El miedo a la muerte es también el miedo a la vida, porque vivir es un riesgo, el mismo de quien se atreve a caminar sin red sobre la cuerda floja.

Nadie está seguro en ningún lado, simplemente porque la seguridad no existe, sólo existe la incertidumbre.

Vivir en la incertidumbre es difícil pero inevitable, y siempre será mejor hacerlo con coraje que con miedo, no sea que por temor malgastemos la única oportunidad de vivir que tenemos.

Solamente podemos estar seguros del momento presente, de modo que lo más sensato es apreciar cada momento de la vida como si fuera el último y luego seguir viviendo, prestando atención a sus enseñanzas, creyendo en sus leyes y confiando en nosotros mismos.

La vida es una oportunidad pero no es para siempre, esas son las reglas de juego y esa certeza no tiene por qué vivirse como un castigo.

Me gusta pensar que la vida y la muerte son como las dos caras de una misma moneda, dos polaridades que como todos los contrarios forman una unidad, en la vida hay muerte y en la muerte hay vida.

Más que temerle a la muerte que nadie sabe qué es, el gran temor es al cambio, porque siempre nos aferramos a lo conocido.

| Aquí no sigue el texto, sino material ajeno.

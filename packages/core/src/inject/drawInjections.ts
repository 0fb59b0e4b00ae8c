import seedrandom from "seedrandom";
import { InputError } from "../errors.js";
import { checkComponentMassRange } from "../physics/massDomain.js";
import { type Detector, SITE_A } from "../waveform/antenna.js";
import { taylorT4Duration, taylorT4Evolution } from "../waveform/taylorT4Evolution.js";
import { type Injection } from "./injection.js";
import { type PsdLike, optimalSnr } from "./optimalSnr.js";

/** Options for {@link drawInjections}. Give exactly one of distanceMpc and snrRange. */
export interface InjectionPopulationOptions {
  /** Number of injections. */
  count: number;
  /** Both component masses are drawn uniformly in [min, max], M_sun. */
  massRangeSolar: [number, number];
  /**
   * Aligned-spin range [min, max] ⊂ (−1, 1): each body's spin χ along the orbital angular momentum
   * is drawn uniformly and independently in it. Absent: non-spinning injections (no spin fields).
   */
  spinRange?: [number, number];
  /** Distance range [min, max], Mpc, drawn uniformly in volume (p(D) ∝ D²). */
  distanceMpc?: [number, number];
  /** Target optimal SNR range [min, max], drawn uniformly; the distance is scaled to hit it. */
  snrRange?: [number, number];
  /** Seed of the draws (seedrandom); the same seed and options give the same injections. */
  seed: string | number;
  /** Start (s, file time base) and duration (s) of the series the injections go into. */
  startTime?: number;
  duration: number;
  /** GW frequency (Hz) where the injected chirps start: sets each chirp's duration. */
  fMinHz: number;
  /** Needed to compute optimal SNRs (required with snrRange; optional otherwise). */
  psd?: PsdLike;
  sampleRate?: number;
  /** Detector for the SNRs (default the invented "site-a"). */
  detector?: Detector;
  /**
   * Several detectors: SNRs are network SNRs, the quadrature sum of the optimal SNRs at these
   * sites (each site scaled by the same distance); `detector` is then unused.
   */
  detectors?: Detector[];
  /** Minimum gap (s) between one coalescence and the start of the next chirp (default 2). */
  gapSeconds?: number;
  /** No coalescence within this many seconds of either end of the series (default 2). */
  marginSeconds?: number;
  /** No coalescence within this many seconds of the start (default marginSeconds). */
  leadInSeconds?: number;
  /** No coalescence within this many seconds of the end (default marginSeconds). */
  tailSeconds?: number;
}

/** Largest plane-wave delay between the Earth's centre and a detector on its surface, s (R_earth / c, rounded up). */
const MAX_EARTH_DELAY = 0.0214;

function checkSpinRange(r: unknown): [number, number] {
  if (!Array.isArray(r) || r.length !== 2 || !r.every((x) => typeof x === "number" && Number.isFinite(x))) {
    throw new InputError("spinRange must be two finite numbers [min, max]");
  }
  const [lo, hi] = r as [number, number];
  if (!(lo > -1) || !(hi < 1) || !(hi >= lo)) throw new InputError(`spinRange must satisfy −1 < min ≤ max < 1 (got ${lo}, ${hi})`);
  return [lo, hi];
}

function checkRange(name: string, r: unknown, lowest: number): [number, number] {
  if (!Array.isArray(r) || r.length !== 2 || !r.every((x) => typeof x === "number" && Number.isFinite(x))) {
    throw new InputError(`${name} must be two finite numbers [min, max]`);
  }
  const [lo, hi] = r as [number, number];
  if (!(lo > lowest) || !(hi >= lo)) throw new InputError(`${name} must satisfy ${lowest} < min ≤ max (got ${lo}, ${hi})`);
  return [lo, hi];
}

/**
 * Draws a seeded random population of inspirals for a series [startTime, startTime + duration):
 * - component masses uniform in massRangeSolar (primaryMassSolar is the larger);
 * - distance uniform in volume in distanceMpc, D = (D₁³ + u (D₂³ − D₁³))^{1/3}; or, with snrRange,
 *   a target SNR ρ uniform in the range and D = D_ref ρ_ref / ρ (optimal SNR ∝ 1/D), where ρ_ref is
 *   the optimal SNR at D_ref = 1 Mpc; with `detectors`, ρ is the network SNR, ρ_ref = (Σ_i ρ_i²)^{1/2}
 *   over the sites at 1 Mpc, so every site is scaled by the same distance;
 * - isotropic orientation and sky: cos ι, sin δ uniform in [−1, 1], α uniform in [0, 2π),
 *   ψ uniform in [0, π), phase uniform in [0, 2π);
 * - coalescence times in order, none within leadInSeconds of the start or tailSeconds of the end
 *   (both default to marginSeconds), and spaced so chirps do
 *   not overlap: t_{k+1} − t_k ≥ d_{k+1} + gapSeconds + 2·21.4 ms, with d the TaylorT4 duration
 *   of chirp k+1 from fMinHz to the ISCO (the 21.4 ms covers the Earth-centre-to-detector delay).
 *   The slack left after those minimum spacings is shared out by sorted uniform draws. The first
 *   chirp may begin before the series (only its overlapping part is injected).
 * - with spinRange, aligned spins χ1, χ2 uniform and independent in it, from a second stream seeded
 *   with `${seed}:aligned-spins` (so the other draws are those of the same population without spins).
 * Draw order (so the stream is reproducible): all masses, then per injection the distance (or
 * SNR), cos ι, α, sin δ, ψ and phase, then the placement offsets.
 * optimalSnr is filled in when `psd` and `sampleRate` are given.
 */
export function drawInjections(options: InjectionPopulationOptions): Injection[] {
  const o = options;
  if (!Number.isInteger(o.count) || o.count < 0) throw new InputError(`count must be a non-negative integer (got ${o.count})`);
  const [mLo, mHi] = checkRange("massRangeSolar", o.massRangeSolar, 0);
  const spinRange = o.spinRange === undefined ? undefined : checkSpinRange(o.spinRange);
  checkComponentMassRange(o.massRangeSolar);
  if ((o.distanceMpc === undefined) === (o.snrRange === undefined)) {
    throw new InputError("give exactly one of distanceMpc and snrRange");
  }
  const dRange = o.distanceMpc === undefined ? undefined : checkRange("distanceMpc", o.distanceMpc, 0);
  const sRange = o.snrRange === undefined ? undefined : checkRange("snrRange", o.snrRange, 0);
  const startTime = o.startTime ?? 0;
  if (!Number.isFinite(startTime)) throw new InputError(`startTime must be a finite number (got ${startTime})`);
  if (!(o.duration > 0) || !Number.isFinite(o.duration)) throw new InputError(`duration must be a positive number of seconds (got ${o.duration})`);
  if (!(o.fMinHz > 0) || !Number.isFinite(o.fMinHz)) throw new InputError(`fMinHz must be a positive number (got ${o.fMinHz})`);
  const gap = o.gapSeconds ?? 2;
  const margin = o.marginSeconds ?? 2;
  if (!(gap >= 0) || !(margin >= 0)) throw new InputError(`gapSeconds and marginSeconds must be non-negative (got ${gap}, ${margin})`);
  const lead = o.leadInSeconds ?? margin;
  const tail = o.tailSeconds ?? margin;
  if (!(lead >= 0 && Number.isFinite(lead)) || !(tail >= 0 && Number.isFinite(tail))) {
    throw new InputError(`leadInSeconds and tailSeconds must be non-negative (got ${lead}, ${tail})`);
  }
  if (o.detectors !== undefined && (!Array.isArray(o.detectors) || o.detectors.length === 0)) {
    throw new InputError("detectors must be a non-empty list");
  }
  const wantSnr = o.psd !== undefined && o.sampleRate !== undefined;
  if (sRange && !wantSnr) throw new InputError("snrRange needs psd and sampleRate to compute optimal SNRs");
  if (wantSnr && (!(o.sampleRate! > 0) || !Number.isFinite(o.sampleRate!))) {
    throw new InputError(`sampleRate must be a positive number (got ${o.sampleRate})`);
  }
  const sites = o.detectors ?? [o.detector ?? SITE_A];
  /** Optimal SNR of `inj`: at the one site, or the network's quadrature sum. */
  const snrOf = (inj: Injection): number => {
    if (sites.length === 1) return optimalSnr(inj, o.psd!, o.sampleRate!, o.fMinHz, sites[0]);
    let sum = 0;
    for (const d of sites) sum += optimalSnr(inj, o.psd!, o.sampleRate!, o.fMinHz, d) ** 2;
    return Math.sqrt(sum);
  };
  const rng = seedrandom(String(o.seed));
  const n = o.count;

  const masses: [number, number][] = [];
  for (let k = 0; k < n; k++) {
    const a = mLo + (mHi - mLo) * rng();
    const b = mLo + (mHi - mLo) * rng();
    masses.push(a >= b ? [a, b] : [b, a]);
  }
  // Spins come from their own stream, so that a population without spins is drawn exactly as before.
  const spins: [number, number][] = [];
  if (spinRange) {
    const spinRng = seedrandom(`${String(o.seed)}:aligned-spins`);
    const [sLo, sHi] = spinRange;
    for (let k = 0; k < n; k++) spins.push([sLo + (sHi - sLo) * spinRng(), sLo + (sHi - sLo) * spinRng()]);
  }
  const durations = masses.map(([a, b], k) => {
    const fIsco = taylorT4Evolution(a, b).fIscoHz;
    if (o.fMinHz >= fIsco) {
      throw new InputError(`fMinHz ${o.fMinHz} Hz is not below the ISCO frequency (${fIsco.toFixed(1)} Hz) of a ${a.toFixed(2)}+${b.toFixed(2)} M_sun binary`);
    }
    return spinRange ? taylorT4Duration(a, b, o.fMinHz, undefined, spins[k][0], spins[k][1]) : taylorT4Duration(a, b, o.fMinHz);
  });

  const drawn = masses.map(([m1, m2]) => {
    const level = dRange
      ? Math.cbrt(dRange[0] ** 3 + rng() * (dRange[1] ** 3 - dRange[0] ** 3))
      : sRange![0] + (sRange![1] - sRange![0]) * rng();
    const cosIota = 2 * rng() - 1;
    const rightAscension = 2 * Math.PI * rng();
    const sinDec = 2 * rng() - 1;
    const polarisation = Math.PI * rng();
    const phase = 2 * Math.PI * rng();
    return { m1, m2, level, inclination: Math.acos(cosIota), rightAscension, declination: Math.asin(sinDec), polarisation, phase };
  });

  // Placement: minimum spacings, then the slack shared out by sorted uniforms.
  const spacing = durations.map((d) => d + gap + 2 * MAX_EARTH_DELAY);
  let need = 0;
  for (let k = 1; k < n; k++) need += spacing[k];
  const available = o.duration - lead - tail;
  if (n > 0 && need > available) {
    throw new InputError(
      `duration ${o.duration} s is too short for ${n} non-overlapping chirps from ${o.fMinHz} Hz with ${+lead.toFixed(3)} s kept clear at the start ` +
        `and ${+tail.toFixed(3)} s at the end (needs ${Math.ceil(need + lead + tail)} s); ` +
        "use a longer duration, a higher fMin, heavier masses or fewer injections",
    );
  }
  const slack = available - need;
  const offsets = Array.from({ length: n }, () => slack * rng()).sort((x, y) => x - y);
  const injections: Injection[] = [];
  let base = startTime + lead;
  for (let k = 0; k < n; k++) {
    if (k > 0) base += spacing[k];
    const d = drawn[k];
    const inj: Injection = {
      primaryMassSolar: d.m1,
      secondaryMassSolar: d.m2,
      coalescenceTime: base + offsets[k],
      distanceMpc: dRange ? d.level : 1,
      inclination: d.inclination,
      rightAscension: d.rightAscension,
      declination: d.declination,
      polarisation: d.polarisation,
      phase: d.phase,
    };
    if (spinRange) {
      inj.primarySpin = spins[k][0];
      inj.secondarySpin = spins[k][1];
    }
    if (wantSnr) {
      const snr = snrOf(inj);
      if (sRange) {
        if (!(snr > 0)) throw new InputError(`injection ${k}: its signal has no power above ${o.fMinHz} Hz, so no distance gives the target SNR`);
        inj.distanceMpc = snr / d.level; // reference distance 1 Mpc: D = 1 Mpc × ρ_ref / ρ
        inj.optimalSnr = d.level;
      } else {
        inj.optimalSnr = snr;
      }
    }
    injections.push(inj);
  }
  return injections;
}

La incertidumbre es incómoda, pero es el motor que nos impulsa a enfrentar nuevos desafíos y a aprender de la experiencia, porque la seguridad sólo ayuda a mantenerse siempre igual y a no cambiar.

La vida sería muy aburrida si todos estuviéramos seguros de lo que va a pasar, porque sólo la certeza de la muerte y el riesgo que implica vivir nos hacen sentir vivos.

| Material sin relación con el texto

/**
 * Runs a whole injection-recovery campaign batch by batch ({@link planCampaign}; each batch as
 * {@link runCampaignBatch} runs it, the batches pipelined through one set of workers by
 * searchEach), skipping batches given as completed; every batch is determined by the
 * options and its index alone, so an interrupted campaign resumed from its finished batches gives
 * the same results as one run straight through. Recovered injections are not detections of real
 * sources.
 */
export async function runCampaign(options: CampaignOptions, hooks: CampaignHooks = {}): Promise<CampaignResult> {
  const layout = planCampaign(options);
  const done = new Map<number, BatchResult>();
  for (const r of hooks.completed ?? []) {
    if (!Number.isInteger(r.batch) || r.batch < 0 || r.batch >= layout.batches) {
      throw new InputError(`finished batch ${r.batch} does not belong to this campaign of ${layout.batches} batches`);
    }
    if (!done.has(r.batch)) done.set(r.batch, r);
  }
  hooks.onProgress?.(done.size, layout.batches);
  // The batches left, searched as one run of inputs (searchEach): batch k + 1 is made and its data
  // loaded while the workers filter batch k.
  const todo = Array.from({ length: layout.batches }, (_, b) => b).filter((b) => !done.has(b));
  const injectionsOf = new Map<number, Injection[]>();
  await searchEach(
    todo.length,
    async (k) => {
      const { input, injections } = await batchStrain(options, layout, todo[k]);
      injectionsOf.set(k, injections);
      return { input };
    },
    batchSearchOptions(options, layout),
    async (k, search) => {
      const b = todo[k];
      const r = batchResult(options, layout, b, injectionsOf.get(k)!, search);
      injectionsOf.delete(k);
      await hooks.onBatch?.(r);
      done.set(b, r);
      hooks.onProgress?.(done.size, layout.batches);
    },
  );
  return { layout, batches: [...done.values()].sort((a, c) => a.batch - c.batch) };
}
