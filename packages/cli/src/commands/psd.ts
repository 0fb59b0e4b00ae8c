import type { Command } from "commander";

/** Registers `chirpsieve psd` (not implemented yet). */
export function registerPsd(_program: Command): void {}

Las pérdidas humanas no son ni malas ni injustas, son inevitables; porque la muerte es la condición de la vida, o sea la posibilidad concreta de desaparecer en cualquier momento, tal vez para transformarnos en otra cosa, experimentar por fin algo nuevo o en el peor o mejor de los casos, según se vea, perder la conciencia y descansar eternamente.

Trasladamos nuestro miedo a la muerte, cuando exigimos seguridad en las calles, en los transportes, en el tránsito, en la salud, en el trabajo, cuando todos sabemos que es imposible tener seguridad absoluta, porque aunque esto fuera posible, tal vez nos sentiríamos algo más seguros, pero quedaría comprometida nuestra libertad de transitar libremente.

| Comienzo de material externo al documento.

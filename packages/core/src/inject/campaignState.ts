import { createHash } from "node:crypto";
import { closeSync, existsSync, fsyncSync, openSync, readFileSync, truncateSync, writeSync } from "node:fs";
import { InputError } from "../errors.js";
import { writeFileAtomic } from "../io/atomicWrite.js";
import { crashPoint } from "../io/crashPoint.js";
import type { BatchResult } from "./campaign.js";

/** The first line of a campaign state file. */
export interface CampaignStateHeader {
  type: "campaign-state";
  format: 2;
  /** Hash of the arguments that determine the campaign's results ({@link campaignFingerprint}). */
  fingerprint: string;
  /** The arguments themselves, for a person reading the file. */
  arguments: unknown;
}

function canonical(value: unknown): unknown {
  if (Array.isArray(value)) return value.map(canonical);
  if (value !== null && typeof value === "object") {
    const out: Record<string, unknown> = {};
    for (const k of Object.keys(value as object).sort()) {
      const v = (value as Record<string, unknown>)[k];
      if (v !== undefined) out[k] = canonical(v);
    }
    return out;
  }
  return value;
}

/** SHA-256 (hex) of the JSON of `args` with object keys sorted: equal arguments, equal fingerprint. */
export function campaignFingerprint(args: unknown): string {
  return createHash("sha256").update(JSON.stringify(canonical(args))).digest("hex");
}

/** Appends one complete line with a single write, then fsyncs it, so a crash leaves whole lines only (or a torn last line). */
function appendLine(path: string, line: string): void {
  const fd = openSync(path, "a");
  try {
    writeSync(fd, `${line}\n`);
    fsyncSync(fd);
  } finally {
    closeSync(fd);
  }
}

/** Starts (or restarts) a state file: the header line alone, written atomically. */
export function startCampaignState(path: string, fingerprint: string, args: unknown): void {
  const header: CampaignStateHeader = { type: "campaign-state", format: 2, fingerprint, arguments: args };
  writeFileAtomic(path, `${JSON.stringify(header)}\n`);
}

/**
 * Records one finished batch of the campaign `fingerprint`: one JSON line, carrying the campaign's
 * fingerprint, appended with one write and an fsync.
 */
export function appendCampaignBatch(path: string, fingerprint: string, result: BatchResult): void {
  appendLine(path, JSON.stringify({ type: "batch", campaign: fingerprint, ...result }));
  crashPoint(`campaign-batch-${result.batch}`);
}

/**
 * Reads the finished batches of a state file written for the same fingerprint. A last line cut
 * short by a crash (no newline, or not JSON) is dropped and cut from the file so that appending
 * continues cleanly; a batch recorded twice counts once. Throws InputError when the file is not a
 * state file, was written for different arguments, or holds a batch line of another campaign (two
 * campaigns shared the file). Returns null when the file does not exist.
 */
export function readCampaignState(path: string, fingerprint: string): BatchResult[] | null {
  if (!existsSync(path)) return null;
  const text = readFileSync(path, "utf8");
  const lines = text.split("\n");
  // Everything after the last newline is a torn write.
  const complete = lines.slice(0, -1);
  let goodBytes = 0;
  let header: CampaignStateHeader | undefined;
  const batches = new Map<number, BatchResult>();
  for (const [i, line] of complete.entries()) {
    let rec: Record<string, unknown>;
    try {
      rec = JSON.parse(line) as Record<string, unknown>;
    } catch {
      if (i === complete.length - 1) break;
      throw new InputError(`${path}: line ${i + 1} is not valid JSON; the state file is damaged (start afresh without --resume)`);
    }
    if (i === 0) {
      if (rec.type === "campaign-state" && rec.format === 1) {
        throw new InputError(`${path}: a state file of an older version (its batches carry no campaign identity); start afresh without --resume`);
      }
      if (rec.type !== "campaign-state" || rec.format !== 2 || typeof rec.fingerprint !== "string") {
        throw new InputError(`${path}: not a campaign state file (its first line is not a campaign-state header)`);
      }
      header = rec as unknown as CampaignStateHeader;
      if (header.fingerprint !== fingerprint) {
        throw new InputError(
          `${path}: the state was written for different arguments (fingerprint ${header.fingerprint.slice(0, 12)}…, now ${fingerprint.slice(0, 12)}…); ` +
            "rerun with the same arguments, or without --resume to start afresh",
        );
      }
    } else if (rec.type === "batch") {
      if (rec.campaign !== fingerprint) {
        const other = typeof rec.campaign === "string" ? `${rec.campaign.slice(0, 12)}…` : "none";
        throw new InputError(
          `${path}: line ${i + 1} is a batch of another campaign (fingerprint ${other}, this one ${fingerprint.slice(0, 12)}…): two campaigns shared this state; ` +
            "start afresh without --resume, and give each campaign its own --state",
        );
      }
      const { type: _t, campaign: _c, ...result } = rec;
      const r = result as unknown as BatchResult;
      if (!batches.has(r.batch)) batches.set(r.batch, r);
    }
    goodBytes += Buffer.byteLength(line, "utf8") + 1;
  }
  if (!header) throw new InputError(`${path}: not a campaign state file (no header line)`);
  if (goodBytes < Buffer.byteLength(text, "utf8")) truncateSync(path, goodBytes);
  return [...batches.values()].sort((a, b) => a.batch - b.batch);
}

La inseguridad de la vida nos obliga a crecer, a madurar, y a intentar descubrir sus misterios; que son insondables y fascinantes, que nos brindan sabiduría y hasta nos permiten vislumbrar una esperanza.

Recién después de haber vivido muchos años, los seres humanos se pueden dar cuenta de lo milagroso de la existencia, de la extraordinaria condición de ser únicos e irrepetibles, de la grandeza humana, del gran misterio del universo que como nosotros se destruye y se recrea en una eterna danza cósmica.

La vida es un don que viene con valor agregado, o sea que cada uno nace con un potencial, para explorar y desarrollar para llegar a ser quien es.

El hecho de que seamos todos diferentes nos sugiere que cada potencial desarrollado podría dar lugar a un todo armónico e integrado. Pero no todos están dispuestos o en condiciones todavía de desarrollar sus recursos para vincularlos con otros para el bien común.

Si deseamos protegernos de la inseguridad en la vida y vivimos a la defensiva, también estamos intentando desesperadamente evitar la muerte. Tal vez, aceptando la muerte y entregándonos a ella, podremos enfrentar el desafío de vivir plenamente, sin resistirnos, rindiéndonos ante la promesa del descanso eterno o tal vez creyendo en lo que toda la humanidad ha intuido desde siempre, de que es verdad que existe, la vida después de la muerte.